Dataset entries
________________________________________

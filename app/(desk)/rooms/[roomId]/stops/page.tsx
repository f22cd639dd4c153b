import type { Metadata } from 'next';
import { StopsPage } from '@/components/stops/stops-page';

export const metadata: Metadata = { title: 'Stops & dose' };

export default async function Stops({ params }: { params: Promise<{ roomId: string }> }) {
  return <StopsPage roomId={(await params).roomId} />;
}
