// The single-band reference: used, recorded, and refused on another grid.
func TestSBRef(t *testing.T) {
	dir := crewDataset(t, func(*sailor) {})
	one := newSailor().volumes(1)
	one.header.Dim[0] = 3
	one.header.Dim[4] = 1
	name := filepath.Join(dir, theRun+"_sbref.nii")
	if err := os.WriteFile(name, one.image(), 0o644); err != nil {
		t.Fatal(err)
	}
	out := process(t, dir, "--reference", "sbref")
	_, ref := series(t, filepath.Join(out, theRun+"_desc-steady_reference.nii.gz"))
	if !slices.Equal(ref, one.data) {
		t.Error("the reference is not the sbref")
	}
	if !bytes.Contains(mustRead(t, filepath.Join(out, theRun+"_desc-steady_prov.json")), []byte("_sbref.nii")) {
		t.Error("the sbref is not in the record")
	}
	if code, _, _ := run("audit", out, "--dataset", dir); code != 0 {
		t.Error("audit does not hold")
	}
	one.header.Srow[2][3] += 1
	if err := os.WriteFile(name, one.image(), 0o644); err != nil {
		t.Fatal(err)
	}
	if code, stdout, stderr := run("survey", dir, "--reference", "sbref"); code != 65 || !strings.Contains(stdout, "reference-missing") {
		t.Error(dump(code, stdout, stderr))
	}
}

// A reference of several volumes is refused before anything is started.
func TestSBRefOfSeveralVolumes(t *testing.T) {
	dir := crewDataset(t, func(*sailor) {})
	if err := os.WriteFile(filepath.Join(dir, theRun+"_sbref.nii"), newSailor().volumes(2).image(), 0o644); err != nil {
		t.Fatal(err)
	}
	if code, stdout, stderr := run("survey", dir, "--reference", "sbref"); code != 65 || !strings.Contains(stdout, "image-size: "+theRun+"_sbref.nii: dim[4]: found 2 volumes, expected one") {
		t.Error(dump(code, stdout, stderr))
	}
}

// The longest reach that the options take is one that the kernel has.
func TestLongestReach(t *testing.T) {
	process(t, crewDataset(t, func(*sailor) {}), "--motion", "none", "--time", "sinc", "--sinc-reach", strconv.Itoa(slicetime.MaxReach))
}

// Onsets stay complete in the output: with FrameAcquisitionDuration where the run had it, else
// with the slice times; what we write, we can read (BIDS, "Timing parameters").
func TestOnsetsStayComplete(t *testing.T) {
	for name, change := range map[string]func(*sailor){
		"duration":    func(s *sailor) { s.sidecar["FrameAcquisitionDuration"] = 1.9; delete(s.sidecar, "SliceTiming") },
		"both":        func(s *sailor) { s.sidecar["FrameAcquisitionDuration"] = 1.9 },
		"slice times": func(*sailor) {},
		"one instant": func(s *sailor) { s.sidecar["SliceTiming"] = make([]float64, crewSize[2]) },
		"three dimensions": func(s *sailor) {
			s.sidecar["FrameAcquisitionDuration"] = 1.9
			s.sidecar["MRAcquisitionType"] = "3D"
			delete(s.sidecar, "SliceTiming")
		},
	} {
		dir := crewDataset(t, func(s *sailor) {
			delete(s.sidecar, "RepetitionTime")
			s.sidecar["VolumeTiming"] = []float64{0, 2, 5, 7, 9, 11, 14, 16}
			s.header.Pixdim[4] = 0
			change(s)
		})
		out := process(t, dir, "--time", "none", "--motion", "none")
		side := theRun + "_desc-steady_bold.json"
		doc, faults := sidecar.Merge([]sidecar.Source{{Name: side, Data: mustRead(t, filepath.Join(out, side))}})
		g := sidecar.Geometry{File: theRun + "_desc-steady_bold.nii.gz", Size: [4]int{crewSize[0], crewSize[1], crewSize[2], crewVolumes}}
		acq, more := doc.Acquisition(g)
		for _, f := range append(faults, more...) {
			if f.ID == "timing-conflict" || f.Level == fault.Refuse && f.ID != "volume-spacing" && f.ID != "slice-times-missing" {
				t.Errorf("%s: %s", name, f.Error())
			}
		}
		if had := name != "slice times" && name != "one instant"; had != (acq.FrameDuration == 1.9) {
			t.Errorf("%s: duration %g", name, acq.FrameDuration)
		}
		if first := strings.Split(string(mustRead(t, filepath.Join(out, theRun+"_desc-steady_pose.tsv"))), "\n")[1]; name == "three dimensions" && !strings.HasPrefix(first, "0.950000\t") {
			t.Errorf("%s: the first row is %q, not at the middle of 1.9 s", name, first)
		}
	}
}

// Where nothing is moved in time, the rows of the pose table stand at the middle of each volume,
// whatever --time says.
func TestRowsOfThreeDimensionalRuns(t *testing.T) {
	dir := crewDataset(t, func(s *sailor) {
		s.sidecar["MRAcquisitionType"] = "3D"
		s.sidecar["DelayTime"] = 0.5
		delete(s.sidecar, "SliceTiming")
	})
	for _, kernel := range []string{"fourier", "none"} {
		table := string(mustRead(t, filepath.Join(process(t, dir, "--time", kernel, "--motion", "none"), theRun+"_desc-steady_pose.tsv")))
		if !strings.Contains(table, "\n0.750000\t") || !strings.Contains(table, "\n2.750000\t") { // (2 - 0.5) / 2
			t.Errorf("--time %s: %s", kernel, table)
		}
	}
}

// runs.json describes every column of runs.tsv, and nothing else.
func TestRunsAreDescribed(t *testing.T) {
	out := process(t, crewDataset(t, func(*sailor) {}), "--motion", "none")
	head, _, _ := strings.Cut(string(mustRead(t, filepath.Join(out, "runs.tsv"))), "\n")
	var described map[string]struct {
		Description, Units string
		Levels             map[string]string
	}
	if err := json.Unmarshal(mustRead(t, filepath.Join(out, "runs.json")), &described); err != nil {
		t.Fatal(err)
	}
	columns := strings.Split(head, "\t")
	for _, c := range columns {
		if d := described[c]; d.Description == "" || d.Units == "" {
			t.Errorf("column %s: %+v", c, d)
		}
	}
	if len(described) != len(columns) || described["mean_fd"].Units != "mm" || described["state"].Levels["refused"] == "" {
		t.Errorf("%d descriptions for %d columns: %+v", len(described), len(columns), described)
	}
}

// The header's slice fields are told where the sidecar gives no times, and never used.
func TestHeaderScheduleIsTold(t *testing.T) {
	for _, c := range []struct {
		change func(*sailor)
		words  string
	}{
		{func(*sailor) {}, "the header's slice_code 3 would mean: interleaved ascending, odd slices first (1st, 3rd, 5th, ...), 16 excitations, 0.125 s apart, no pause between volumes (not used"},
		{func(s *sailor) {
			s.header.XYZTUnits = 2 | 16
			s.header.Pixdim[4] *= 1000
			s.header.SliceDuration *= 1000
		}, "16 excitations, 0.125 s apart"},
		{func(s *sailor) { s.header.SliceCode = 0 }, ""},
	} {
		dir := crewDataset(t, func(s *sailor) { delete(s.sidecar, "SliceTiming"); c.change(s) })
		code, stdout, stderr := run("survey", dir)
		if code != 65 || !strings.Contains(stdout, "slice-times-missing: ") || !strings.Contains(stdout, c.words) || (c.words == "") == strings.Contains(stdout, "slice_code") {
			t.Error(dump(code, stdout, stderr))
		}
	}
}

// Sizes of voxels are printed as the header holds them: in single precision.
func TestSingle(t *testing.T) {
	for v, want := range map[float64]float64{3.3750000000016875: 3.375, 3: 3, 2.0999999046325684: 2.1} {
		if got := single(v); got != want {
			t.Errorf("%v: %v, want %v", v, got, want)
		}
	}
}

// Uneven volume onsets with --time none: carried over, counted from the file's first volume.
func TestUnevenOnsets(t *testing.T) {
	onsets := []float64{0, 2, 5, 7, 9, 11, 14, 16}
	dir := crewDataset(t, func(s *sailor) {
		delete(s.sidecar, "RepetitionTime")
		s.sidecar["VolumeTiming"] = onsets
		s.header.Pixdim[4] = 0
	})
	out := process(t, dir, "--time", "none", "--skip", "1")
	side := string(mustRead(t, filepath.Join(out, theRun+"_desc-steady_bold.json")))
	if !strings.Contains(side, `"VolumeTiming": [2,5,7,9,11,14,16]`) || !strings.Contains(side, `"StartTime": 2,`) || strings.Contains(side, "RepetitionTime") {
		t.Errorf("sidecar: %s", side)
	}
	// slices of 2/16 s, the last at 1.875 s: the middle is 0.9375 s
	table := string(mustRead(t, filepath.Join(out, theRun+"_desc-steady_pose.tsv")))
	if !strings.Contains(table, "\n2.937500\t") || !strings.Contains(table, "\n5.937500\t") {
		t.Errorf("table: %s", table)
	}
}

// No output names a folder of this machine, or what a private field held.
func TestOutputsNameNoPlaceAndNoPerson(t *testing.T) {
	dir := crewDataset(t, func(s *sailor) {
		s.sidecar["PatientName"] = "Ahab"
		s.sidecar["InstitutionName"] = "Pequod"
		s.sidecar["AcquisitionTime"] = "11:22:33"
	})
	out := process(t, dir, "--events")
	for _, rel := range outputs(out) {
		data := mustRead(t, filepath.Join(out, rel))
		for _, word := range []string{dir, filepath.Dir(dir), out, os.TempDir() + "/", "Ahab", "Pequod", "11:22:33"} {
			if bytes.Contains(data, []byte(word)) {
				t.Errorf("%s holds %q", rel, word)
			}
		}
	}
}

// OUT that cannot be created: 73, and nothing is said of Go.
func TestOutCannotBeCreated(t *testing.T) {
	dir := crewDataset(t, func(*sailor) {})
	file := filepath.Join(t.TempDir(), "file")
	if err := os.WriteFile(file, nil, 0o644); err != nil {
		t.Fatal(err)
	}
	code, stdout, stderr := run("steady", dir, filepath.Join(file, "out"))
	noTrace(t, stdout+stderr)
	if code != 73 {
		t.Error(dump(code, stdout, stderr))
	}
	// The folder of one run only.
	out := filepath.Join(t.TempDir(), "out")
	claim(t, out)
	if err := os.WriteFile(filepath.Join(out, "sub-01"), nil, 0o644); err != nil {
		t.Fatal(err)
	}
	if code, stdout, stderr := run("steady", dir, out); code != 73 {
		t.Error(dump(code, stdout, stderr))
	}
	if code, stdout, stderr := run("demo", dir); code != 73 {
		t.Error(dump(code, stdout, stderr))
	}
}

// Killed at any moment (no chance to clean up), the run is not taken for complete, the next
// invocation clears what was left, and the result is the one of an undisturbed run.
func TestKilledAndInterrupted(t *testing.T) {
	exe, err := exec.LookPath("evenkeel")
	if err != nil {
		t.Fatal(err)
	}
	dir := filepath.Join(t.TempDir(), "raw")
	for _, sub := range []string{"01", "02", "03"} {
		writeDataset(dir, newSailor().files("sub-"+sub+"/func/sub-"+sub+"_task-watch"))
	}
	whole := process(t, dir)
	for _, c := range []struct {
		signal syscall.Signal
		twice  bool
		delay  time.Duration
	}{{syscall.SIGKILL, false, 150 * time.Millisecond}, {syscall.SIGKILL, false, 400 * time.Millisecond}, {syscall.SIGINT, true, 150 * time.Millisecond}, {syscall.SIGTERM, true, 300 * time.Millisecond}} {
		out := filepath.Join(t.TempDir(), "out")
		var stderr bytes.Buffer
		cmd := exec.CommandContext(context.Background(), exe, "steady", dir, out, "--jobs", "1")
		cmd.Stderr = &stderr
		if err := cmd.Start(); err != nil {
			t.Fatal(err)
		}
		time.Sleep(c.delay)
		cmd.Process.Signal(c.signal)
		if c.twice {
			time.Sleep(5 * time.Millisecond)
			cmd.Process.Signal(c.signal)
		}
		cmd.Wait()
		code := cmd.ProcessState.ExitCode()
		// A quick machine may have ended before.
		if c.signal != syscall.SIGKILL {
			if code != 75 && code != 0 {
				t.Errorf("%v: exit %d\n%s", c.signal, code, stderr.String())
			}
			for _, f := range outputs(out) {
				if strings.HasPrefix(filepath.Base(f), ".sub") || strings.HasPrefix(filepath.Base(f), ".runs") {
					t.Errorf("%v left %s", c.signal, f)
				}
			}
		}
		noTrace(t, stderr.String())
		if code, stdout, stderr := run("steady", dir, out); code != 0 {
			t.Fatal(dump(code, stdout, stderr))
		}
		got := outputs(out)
		if !slices.Equal(got, outputs(whole)) {
			t.Errorf("%v: files %v\nwant %v", c.signal, got, outputs(whole))
		}
		for _, f := range got {
			if strings.HasSuffix(f, "_prov.json") {
				continue
			}
			if !bytes.Equal(mustRead(t, filepath.Join(out, f)), mustRead(t, filepath.Join(whole, f))) {
				t.Errorf("%v: %s differs from an undisturbed run", c.signal, f)
			}
		}
	}
}

// realSeries returns the folder of the real series.
func realSeries(t *testing.T) string {
	t.Helper()
	dir := os.Getenv("EVENKEEL_TEST_SERIES")
	if dir == "" {
		t.Skip("EVENKEEL_TEST_SERIES is not set: skipped, no real series to test with")
	}
	if _, err := os.Stat(dir); err != nil {
		t.Fatalf("EVENKEEL_TEST_SERIES is set, and: %v", err)
	}
	return dir
}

________________________________________

What to do> Your answer should consist of all lines above that include the string "Metadata".

Response area>
import type { Metadata } from 'next';
export const metadata: Metadata = { title: 'Stops & dose' };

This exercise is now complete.